Botanical Garden in Quito
We also wanted to visit the botanical garden in Quito but unfortunately, we didn’t have enough time. It is part of a larger park. We walked past the botanical garden one evening and wanted to go in but disappointingly the garden was already closed. But we could see through the fences that it was definitely worth a visit. I would also recommend you book a hotel in this area. It’s much quieter here than further south around Mercado Central and there are good restaurants in the area.
Amazon Day Trip near Baños
If we had had more time, we would certainly have made a day trip to the Amazon region near Baños. This is reported to be one of the highlights in Ecuador. There are many other day tours on GetYourGuide, which you can all take a look at. You can easily fill a whole week with activities in and around Quito, even two weeks.

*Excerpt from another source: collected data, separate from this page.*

/**
 * Self-contained HTML reports: one file that opens from disk with no network. The plotting library (uPlot)
 * and its style sheet are inlined, the data are embedded as JSON in a non-executed script element, and a small
 * inline script draws the plots when the page loads. This module builds strings only (no file access): the
 * caller passes the library's text in `ReportAssets` (report-html-node.ts reads it from node_modules).
 *
 * Two reports are built here from the analysis results:
 * - `renderSimulationReport`: for `ancbench simulate --out`: error level over time with control off and on,
 *   spectra off/on, one-third-octave band levels, coherence and its bound beside the achieved attenuation, and
 *   the secondary-path model (impulse response and magnitude);
 * - `renderAnalysisReport`: for `ancbench analyze --out`: PSDs, coherence and bound, band levels, and the
 *   model's magnitude, phase and impulse response when one was given.
 *
 * Levels on the plots follow the project's AES17 convention (a full-scale sine reads 0 dBFS); a PSD is shown as
 * 10·log10(2·PSD) in dBFS/Hz, so a band's level is the sum of its bins' powers on the same scale.
 */
import type { RecordingAnalysis } from '../analysis/recording-analysis.ts';
import { pathFrequencyResponse } from '../analysis/path-model.ts';
import { SPECTRUM_UNIT, psdToDbfsPerHz } from '../analysis/welch.ts';
import { REPORT } from '../palette.ts';
import { describeOutputLimit, type SimulationResult } from '../plant/simulate.ts';

export interface ReportAssets {
  /** uPlot's IIFE build (defines the global `uPlot`). */
  uplotJs: string;
  /** uPlot's style sheet. */
  uplotCss: string;
}

export interface PlotSeries {
  label: string;
  values: ArrayLike<number>;
  color: string;
  /** Dash pattern in px, e.g. [6, 4]. */
  dash?: number[];
  /** Draw as bars (category plots); align −1 left of the tick, 1 right of it, 0 centred. */
  bars?: boolean;
  align?: -1 | 0 | 1;
  /** Which y axis: the left (default) or the right one. */
  axis?: 'left' | 'right';
}

export interface PlotSpec {
  title: string;
  /** One sentence on how to read the plot. */
  caption?: string;
  xLabel: string;
  yLabel: string;
  /** Label of the right-hand axis, when a series uses it. */
  y2Label?: string;
  /** 'log' drops x ≤ 0; 'category' plots at 0 … n−1 with `categories` as tick labels. */
  xScale: 'linear' | 'log' | 'category';
  x: ArrayLike<number>;
  categories?: string[];
  series: PlotSeries[];
  /** Fixed y range [min, max] of the left axis (default: automatic). */
  yRange?: [number, number];
  y2Range?: [number, number];
}

export interface ReportTable {
  rows: [string, string][];
}

export interface ReportSection {
  title: string;
  paragraphs?: string[];
  table?: ReportTable;
  /** Markup placed after the table (built by the caller with escapeHtml; e.g. a heat map). */
  html?: string;
  plots?: PlotSpec[];
}

export interface ReportDocument {
  title: string;
  subtitle?: string;
  /** A verdict shown as a coloured banner under the title. */
  verdict?: { kind: 'broadband' | 'predictable-only' | 'unknown'; text: string };
  sections: ReportSection[];
  /** Small print at the foot: tool version, seed, hashes. */
  footer?: string;
}

/** Colours of the report: one per role, the same in every plot (the project's palette, src/palette.ts). */
export const REPORT_COLORS = {
  off: REPORT.off,
  on: REPORT.on,
  reference: REPORT.reference,
  bound: REPORT.bound,
  model: REPORT.model,
  truth: REPORT.truth,
  coherence: REPORT.coherence,
} as const;

/** Points kept per plot (x ≤ 0 dropped on log axes, then every k-th point); time lines are averaged to 4000. */
const MAX_POINTS = 16384;

export function escapeHtml(text: string): string {
  return text.replace(/&/g, '&amp;').replace(/</g, '&lt;').replace(/>/g, '&gt;').replace(/"/g, '&quot;').replace(/'/g, '&#39;');
}

/** A number for the embedded JSON: six significant digits; non-finite values become null (a gap). */
function jsonNumber(v: number): number | null {
  return Number.isFinite(v) ? Number(v.toPrecision(6)) : null;
}

/** JSON safe inside a <script> element: no "<" can close it or open a comment. */
export function scriptJson(value: unknown): string {
  return JSON.stringify(value).replace(/</g, '\\u003c').replace(/\u2028/g, '\\u2028').replace(/\u2029/g, '\\u2029');
}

To be honest, I didn’t have Quito on my radar at all. However, due to the breaking deal last year, a friend’s DJ performance and the need to travel to the Galapagos Islands via mainland Ecuador, the trip “just happened” and I don’t regret it one bit! We met a lot of great people and had a lot of fun. Because of my great experiences in Quito, I’ve already thought about travelling the whole country at some point. The trip also inspired me to brush up on my Spanish skills.